--- About this task ---
From the listing below, copy only the lines from the line that contains "#include <regex>" to the line that contains "std::vector<std::size_t> out;", counting those two lines as part of the copy.

--- Dataset content ---
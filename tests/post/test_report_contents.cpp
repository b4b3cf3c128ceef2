// What the case report shows beyond the gap field: back-EMF with its rms and THD, flux linkages
// and dq inductances of a turning rotor, iron loss per region, the eddy-current curves against
// slip; round-off printed as 0, angle axes that end at 360°, inputs that wrap and apply.

#include <doctest/doctest.h>

#include <cmath>
#include <numbers>
#include <regex>
#include <string>
#include <vector>

#include "post/case_report.hpp"
#include "post/flux_quantities.hpp"
#include "post/report_parts.hpp"
#include "post/svg_plot.hpp"
#include "post/waveform.hpp"

using namespace tf;
namespace svg = tf::post::svg;

namespace {

constexpr double kPi = std::numbers::pi;

/// Number of points of each class="data" path of an SVG.
std::vector<std::size_t> path_sizes(const std::string& s) {
  std::vector<std::size_t> out;
  const std::regex path(R"re(<path class="data"[^>]*\bd="([^"]*)")re");
  for (auto it = std::sregex_iterator(s.begin(), s.end(), path); it != std::sregex_iterator(); ++it) {
    const std::string d = (*it)[1];
    out.push_back(static_cast<std::size_t>(std::count(d.begin(), d.end(), 'M') + std::count(d.begin(), d.end(), 'L')));
  }
  return out;
}

const post::Figure* figure(const post::Page& p, const std::string& name) {
  for (const auto& f : p.figures)
    if (f.name == name) return &f;
  return nullptr;
}

const post::Table* table(const post::Page& p, const std::string& heading) {
  for (const auto& t : p.tables)
    if (t.heading == heading) return &t;
  return nullptr;
}

std::string row_value(const post::Page& p, const std::string& key) {
  for (const auto& s : p.sections)
    for (const auto& r : s.rows)
      if (r.key == key) return r.value;
  return "(none)";
}

/// The classic inductance matrix of a salient three-phase machine with the d axis at theta_e
/// (P. C. Krause, O. Wasynczuk, S. D. Sudhoff, Analysis of Electric Machinery and Drive Systems,
/// 2nd ed., Wiley 2002, ch. 5, from memory): L_kk = L_l + L_A + L_B cos 2(theta - k 120°),
/// L_kj = -L_A / 2 + L_B cos(2 theta - (k + j) 120°); then L_d = L_l + 3/2 (L_A + L_B) and
/// L_q = L_l + 3/2 (L_A - L_B).
Eigen::MatrixXd salient_inductances(double theta, double l_leak, double l_a, double l_b) {
  Eigen::MatrixXd l(3, 3);
  const double delta = 2 * kPi / 3;
  for (int k = 0; k < 3; ++k)
    for (int j = 0; j < 3; ++j)
      l(k, j) = k == j ? l_leak + l_a + l_b * std::cos(2 * (theta - k * delta))
                       : -l_a / 2 + l_b * std::cos(2 * theta - (k + j) * delta);
  return l;
}

/// A rotor-motion result over one electrical period (p = 2: 180° mech.) in 36 steps: each phase's
/// EMF 10 sin + 2 sin 5th + 1 sin 7th [V], flux linkage 0.1 cos [Wb], the salient matrix above.
post::MotionResult constructed_motion() {
  post::MotionResult r;
  const int n = 36, p = 2;
  for (int k = 0; k < n; ++k) {
    post::PositionStep s;
    s.rotor_angle = kPi * k / n;
    const double e = p * s.rotor_angle;  // electrical angle, d axis on phase A at step 0
    for (int ph = 0; ph < 3; ++ph) {
      const double a = e - ph * 2 * kPi / 3;
      s.back_emf.push_back(10 * std::sin(a) + 2 * std::sin(5 * a) + 1 * std::sin(7 * a));
      s.flux_linkage.push_back(0.1 * std::cos(a));
    }
    s.inductance_frozen = s.inductance_incremental = salient_inductances(e, 1e-3, 4e-3, 1e-3);
    s.inductance_dq_apparent = s.inductance_dq_incremental = post::dq_inductances(s.inductance_frozen, e);
    r.steps.push_back(s);
  }
  r.speed = 50.0;
  r.iron_loss = {{"stator_iron", 12.0}, {"rotor_iron", 3.0}};
  return r;
}

}  // namespace

TEST_CASE("THD of a waveform with known harmonics, by the IEEE 519 definition, and its rms") {
  // THD = sqrt(sum_{h>=2} X_h^2) / X_1 (IEEE Std 519-2014 and IEC 61000-2-2, from memory):
  // 10 sin + 2 sin 5th + 1 sin 7th has THD sqrt(4 + 1) / 10 exactly. A mean of 0.5 and a wave at
  // half the fundamental's frequency (an interharmonic over two periods) are no harmonics.
  std::vector<double> e;
  const int n = 144, periods = 2;
  for (int j = 0; j < n; ++j) {
    const double a = 2 * kPi * periods * j / n;
    e.push_back(0.5 + 10 * std::sin(a) + 2 * std::sin(5 * a + 0.3) + std::sin(7 * a) + 3 * std::cos(a / 2));
  }
  CHECK(post::total_harmonic_distortion(e, periods) == doctest::Approx(std::sqrt(5.0) / 10).epsilon(1e-12).scale(0));
  // rms of orthogonal parts: sqrt(0.5^2 + (10^2 + 2^2 + 1^2 + 3^2) / 2) (Parseval).
  CHECK(post::rms(e) == doctest::Approx(std::sqrt(0.25 + 114.0 / 2)).epsilon(1e-12).scale(0));
  // 144 samples over 2 periods resolve orders up to 35; IEEE 519 counts up to the 50th.
  CHECK(post::highest_harmonic(n, periods) == 35);
  CHECK(post::highest_harmonic(400, 1) == 50);
  CHECK(std::isnan(post::total_harmonic_distortion(std::vector<double>(36, 0.0), 1)));
}

TEST_CASE("dq inductances of the classic salient three-phase matrix are L_l + 3/2 (L_A +- L_B)") {
  for (double theta : {0.0, 0.4, 2.0, -1.3}) {
    const post::DqPair l = post::dq_inductances(salient_inductances(theta, 1e-3, 4e-3, 1e-3), theta);
    CHECK(l.d == doctest::Approx(1e-3 + 1.5 * 5e-3).epsilon(1e-12).scale(0));
    CHECK(l.q == doctest::Approx(1e-3 + 1.5 * 3e-3).epsilon(1e-12).scale(0));
  }
}

TEST_CASE("the report of a turning rotor draws back-EMF and flux per phase, tabulates rms, THD and iron loss") {
  const post::MotionResult motion = constructed_motion();
  post::RunRecord r;
  r.motion = &motion;
  r.rotor_turns = true;
  const post::ReportContext x{"motion", "synchronous", "the whole cross-section", "{}", 2, 0.93, {}};
  const post::Page page = post::study_page(x, r);
  for (const char* name : {"back_emf", "flux_linkage", "dq_inductance"}) {
    INFO(name);
    const post::Figure* f = figure(page, name);
    REQUIRE(f != nullptr);
    const auto sizes = path_sizes(f->svg);
    REQUIRE(sizes.size() >= 2);
    for (std::size_t k : sizes) CHECK(k == 36);  // every step drawn
  }
  const post::Table* emf = table(page, "Back-EMF per phase");
  REQUIRE(emf != nullptr);
  REQUIRE(emf->rows.size() == 3);
  // rms sqrt((100 + 4 + 1) / 2) = 7.2457 V and THD sqrt(5)/10 = 22.36 % for every phase (Parseval; IEEE 519).
  for (const auto& row : emf->rows) {
    CHECK(std::stod(row[1].text) == doctest::Approx(std::sqrt(52.5)).epsilon(1e-4).scale(0));
    CHECK(std::stod(row[3].text) == doctest::Approx(100 * std::sqrt(5.0) / 10).epsilon(1e-3).scale(0));
  }
  CHECK(std::stod(row_value(page, "L_d, apparent (mean over steps)")) == doctest::Approx(8.5).epsilon(1e-4).scale(0));
  CHECK(std::stod(row_value(page, "L_q, apparent (mean over steps)")) == doctest::Approx(5.5).epsilon(1e-4).scale(0));
  const post::Table* loss = table(page, "Iron loss per region");
  REQUIRE(loss != nullptr);
  REQUIRE(loss->rows.size() == 3);
  CHECK(loss->rows[0][0].text == "stator_iron");
  CHECK(loss->rows[0][2].text == "80");  // 12 of 15 W
  CHECK(loss->rows[2][1].text == "15");
}

TEST_CASE("an eddy-current report draws torque, EMF and rotor loss against a log slip axis and torque against rpm") {
  std::vector<post::SpeedResult> rows;
  for (double s : {1.0, 0.3, 0.1, 0.03, 0.01, 0.003}) {
    post::SpeedResult r;
    r.slip = s, r.rotor_speed = (1 - s) * 50 * kPi;
    r.torque = 2 * s / (s * s + 0.01), r.torque_lorentz = r.torque;  // a Kloss-like curve peaking at s = 0.1
    r.rotor_loss = r.torque * s * 50 * kPi, r.rotor_loss_balance = r.rotor_loss;
    r.emf_rms = {30 + 10 * (1 - s), 30 + 10 * (1 - s), 30 + 10 * (1 - s)};
    rows.push_back(r);
  }
  post::EddyResult eddy;
  eddy.rows = rows;
  post::RunRecord record;
  record.eddy = &eddy;
  const post::Page page = post::study_page({"cage", "eddy_currents", "the whole cross-section", "{}", 2, 0.93, {}}, record);
  const post::Figure* torque = figure(page, "torque_slip");
  REQUIRE(torque != nullptr);
  CHECK(torque->svg.find("slip s (log scale)") != std::string::npos);
  // On a log axis the six slips, a factor of about 3 apart, are spread over the whole plot width:
  // pixel x = left + (log10 s - log10 0.002) / (log10 1 - log10 0.002) (right - left), ticks 0.002 .. 1.
  const std::regex first(R"re(<path class="data"[^>]*\bd="M([0-9.]+) [0-9.]+L([0-9.]+))re");
  std::smatch m;
  REQUIRE(std::regex_search(torque->svg, m, first));
  const double span = svg::kPlotRight - svg::kPlotLeft, decades = std::log10(1 / 0.002);
  CHECK(std::stod(m[1]) == doctest::Approx(svg::kPlotRight).epsilon(1e-3).scale(0));  // s = 1 at the right end
  CHECK(std::stod(m[2]) ==
        doctest::Approx(svg::kPlotLeft + (std::log10(0.3) - std::log10(0.002)) / decades * span).epsilon(1e-3).scale(0));
  for (const char* name : {"torque_speed", "emf_slip", "rotor_loss"}) {
    INFO(name);
    REQUIRE(figure(page, name) != nullptr);
    for (std::size_t k : path_sizes(figure(page, name)->svg)) CHECK(k == 6);
  }
  CHECK(figure(page, "torque_speed")->svg.find("rotor speed [rpm]") != std::string::npos);
}

TEST_CASE("log ticks: 1, 2, 5 per decade around the data") {
  CHECK(svg::log_ticks(0.003, 1.0) == std::vector<double>{0.002, 0.005, 0.01, 0.02, 0.05, 0.1, 0.2, 0.5, 1.0});
  CHECK(svg::log_ticks(1e-6, 1.0) == std::vector<double>{1e-6, 1e-5, 1e-4, 1e-3, 1e-2, 0.1, 1.0});
}

TEST_CASE("round-off prints as 0 against the largest value shown, and angle axes end at 360 degrees") {
  // A ripple of 5.81e-13 beside a fundamental of 1 is round-off (|x| < 1e-9 of the largest): 0.
  CHECK(svg::format_number_against(5.81e-13 * 100, 100) == "0");
  CHECK(svg::format_number_against(-3e-10, 1.0) == "0");
  CHECK(svg::format_number_against(2e-9, 1.0) == "2e-09");  // above the threshold it keeps its digits
  CHECK(svg::format_number_against(0.25, 1.0) == "0.25");
  CHECK(post::column_text({1.2e-12, 3.5, -2.0}, 4) == std::vector<std::string>{"0", "3.5", "-2"});
  // A whole turn sampled every 5 degrees (0 .. 355) ends at 360 in steps of 45 (common practice for angle axes).
  CHECK(svg::angle_ticks(0, 355) == std::vector<double>{0, 45, 90, 135, 180, 225, 270, 315, 360});
  CHECK(svg::angle_ticks(0, 175) == std::vector<double>{0, 30, 60, 90, 120, 150, 180});
  CHECK(svg::angle_ticks(0, 14.6).back() == 16);
  svg::Series wave{"B_r", {}, {}};
  for (int k = 0; k < 72; ++k) wave.x.push_back(5.0 * k), wave.y.push_back(std::sin(kPi * k / 36));
  const std::string s = svg::line_chart({"wave", {"angle θ", "°"}, {"B_r", "T"}, {wave}, {}});
  CHECK(s.find(">360</text>") != std::string::npos);
  CHECK(s.find(">400</text>") == std::string::npos);
}

TEST_CASE("inputs: long arrays wrap as comma-separated values, and only the inputs that apply are listed") {
  std::string h = "[", b = "[";
  for (int k = 0; k < 22; ++k) h += (k ? "," : "") + std::to_string(1000 * k), b += (k ? "," : "") + std::to_string(0.1 * k);
  const std::string json = R"({"rotor": {"kind": "slotted", "sleeve_thickness_m": 0.0},
    "study": {"kind": "phase_angles", "rotor_speeds_rad_per_s": [], "steps": 12, "load_angle_deg": 0},
    "materials": {"magnet_remanence_T": 1.2, "bar_conductivity_S_per_m": 3e7, "sleeve_relative_permeability": 1,
                  "stator_iron_conductivity_S_per_m": 0, "rotor_iron_bh_curve": null,
                  "stator_iron_bh_curve": {"h": )" + h + "], \"b\": " + b + "]}}}";
  const post::Section s = post::inputs_section(json);
  std::vector<std::string> keys;
  for (const auto& r : s.rows) keys.push_back(r.key);
  // An iron (cage) rotor has no magnets or sleeve; a magnetostatic study no conductivities or speeds.
  CHECK(keys == std::vector<std::string>{"materials.stator_iron_bh_curve.b",
                                         "materials.stator_iron_bh_curve.h", "rotor.kind", "study.kind", "study.steps"});
  // 22 values separated by ", ": a browser breaks the line at the spaces; no word is longer than a number.
  const std::string& table = s.rows[1].value;
  CHECK(std::count(table.begin(), table.end(), ',') == 21);
  CHECK(table.find(", ") != std::string::npos);
  CHECK(table.find(' ') != std::string::npos);
  std::size_t longest = 0, run = 0;
  for (char ch : table) run = ch == ' ' ? 0 : run + 1, longest = std::max(longest, run);
  CHECK(longest <= 7);  // "21000," is the longest
}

--- Solution ---
#include <regex>
#include <string>
#include <vector>

#include "post/case_report.hpp"
#include "post/flux_quantities.hpp"
#include "post/report_parts.hpp"
#include "post/svg_plot.hpp"
#include "post/waveform.hpp"

using namespace tf;
namespace svg = tf::post::svg;

namespace {

constexpr double kPi = std::numbers::pi;

/// Number of points of each class="data" path of an SVG.
std::vector<std::size_t> path_sizes(const std::string& s) {
  std::vector<std::size_t> out;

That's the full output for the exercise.